To stop the VHP’s ‘Ayodhya March’ and ‘Sankalp Abhiyan’, the UP State Road Transport Corporation suspended its bus service and UP’s chief minister Mulayam Singh appealed to the central government to suspend trains passing through the temple town. Roadblocks were set up in many districts throughout the state and section 144 was imposed on Ayodhya and Faizabad towns. Still, over 35,000 people were arrested for defying the prohibitory orders.

Judging by these criteria, one would have to conclude that even today the VHP is a major force to control, for which the state must combine tact along with the deployment of its coercive machinery. It has a nationwide presence, enjoying the protection of the RSS and the indulgence of the BJP. This is not surprising for the BJP alone reaps the full political benefits accruing from the VHP’s activities. That is why the Prime Minister and the deputy prime minister felt the need to appeal to the UP government to trust the VHP’s assurances of peace.
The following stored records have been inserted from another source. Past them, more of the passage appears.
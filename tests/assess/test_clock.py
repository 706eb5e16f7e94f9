"""Rehearsals with a clock of known error: the estimate, and nothing said where there is none."""

from __future__ import annotations

import tempfile
from pathlib import Path

import pytest

from reporter.api import opened
from reporter.outcome import Outcome
from reporter.rehearse import Fault, Order, Profile, rehearse
from reporter.rehearse.order import settings
from tests.record_factory import assessed, calibration, calibrations, event, readings

SAID = {"clock-differs", "calibration-not-logged", "calibration-gas-in-run"}


def outcome(order: Order) -> Outcome:
    with tempfile.TemporaryDirectory() as folder:
        path = Path(folder) / "rehearsal.xlsx"
        path.write_bytes(rehearse(order).workbook)
        return opened(path)


def said(found: Outcome, code: str = "") -> list[str]:
    return [p.found for p in found.problems if p.code in ({code} if code else SAID)]


def order(seed: int, interval: int = 60, fault: Fault | None = None, profile: Profile = Profile.STEADY) -> Order:
    return Order(seed=seed, interval=interval, fault=fault, profile=profile, runs=2, run_minutes=30)


@pytest.mark.parametrize(("seed", "interval"), [(1, 60), (2, 60), (3, 60), (4, 10), (5, 30), (6, 120)])
def test_the_shift_of_the_truth_is_estimated_within_the_interval(seed: int, interval: int) -> None:
    made = outcome(order(seed, interval, Fault.CLOCK_SHIFT))
    truth = 60.0 * settings()["fault"]["clock-shift"]["minutes"]
    (words,) = said(made, "clock-differs")
    assert "behind that of the calibrations" in words
    estimate = float(words.split("(+")[1].split(" s to be added")[0])
    assert abs(estimate - truth) <= interval
    assert "confidence 0." in words
    if interval == 60:
        runs = said(made, "calibration-gas-in-run")
        assert len(runs) == 2
        assert "O2 zero" in runs[0]


@pytest.mark.parametrize("seed", range(10, 18))
def test_without_a_fault_nothing_is_said(seed: int) -> None:
    profile = list(Profile)[seed % 3]
    assert said(outcome(order(seed, (60, 30, 300)[seed % 3], profile=profile))) == []


@pytest.mark.parametrize("fault", [fault for fault in Fault if fault is not Fault.CLOCK_SHIFT])
def test_another_fault_is_not_blamed_on_the_clock(fault: Fault) -> None:
    assert said(outcome(order(3, fault=fault))) == []


def test_nothing_is_shifted() -> None:
    """The runs keep the readings that the stamps give them, whatever is said of the clock."""
    made = outcome(order(1, fault=Fault.CLOCK_SHIFT))
    first, run = made.runs[0].gases[0].series, made.record.runs[0]
    assert first is not None
    assert first.used[0][0] == run.start.value
    assert len(first.used) == 30


def test_a_gas_that_the_log_does_not_show() -> None:
    made = assessed(
        readings=readings(), calibrations=(*calibrations(), calibration("08:50", "NOx", "system", "zero", 0.0))
    )
    (words,) = said(made, "calibration-not-logged")
    assert words.startswith("NOx: 1 calibration reading(s), the first at 08:50: zero gas read as 0, the log shows 40 ")


def test_a_log_that_stops_before_the_gas_says_nothing() -> None:
    rows = (*calibrations(), calibration("10:50", "NOx", "system", "zero", 0.0))
    assert said(assessed(calibrations=rows)) == []


def test_a_calibration_entered_inside_a_run_and_shown_there() -> None:
    def zero(time: object) -> float:
        return 0.0 if str(time)[11:16] in ("08:14", "08:15") else 40.0

    rows = (*calibrations(), calibration("08:15", "NOx", "system", "zero", 0.0))
    values = {"NOx": zero, "CO": 10.0, "O2": 5.0, "CO2": 9.0}
    words = said(assessed(calibrations=rows, readings=readings(values)), "calibration-gas-in-run")
    assert words == ["run 1: NOx zero; the first at 08:15 by the clock of the readings"]
    excluded = event("08:13", "zero gas", until="08:15", excluded=True, reason="zero check")
    left_out = assessed(calibrations=rows, readings=readings(values), events=(excluded,))
    assert said(left_out, "calibration-gas-in-run") == []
Why do the PM and the DyPM have such faith in the VHP, specially considering that VHP leaders Ashok Singhal, Praveen Togadia and Giriraj Kishore keep putting them and their government constantly in the dock, criticising and condemning them much of the time? Does their faith in the VHP stem from the latter’s written assurances to the UP government in 1989 to keep their shilanyas programme peaceful and to abide by the court verdict? But do those promises have any meaning today? In 1992, the VHP promised that its proposed kar seva would only be a symbolic one.

But the entire world knows what it actually did in Ayodhya on December 6. Is it not the case that along with leaders of the VHP, even deputy prime minister LK Advani and minister for human resources development Murli Manohar Joshi are among the accused, facing trial for criminal offences?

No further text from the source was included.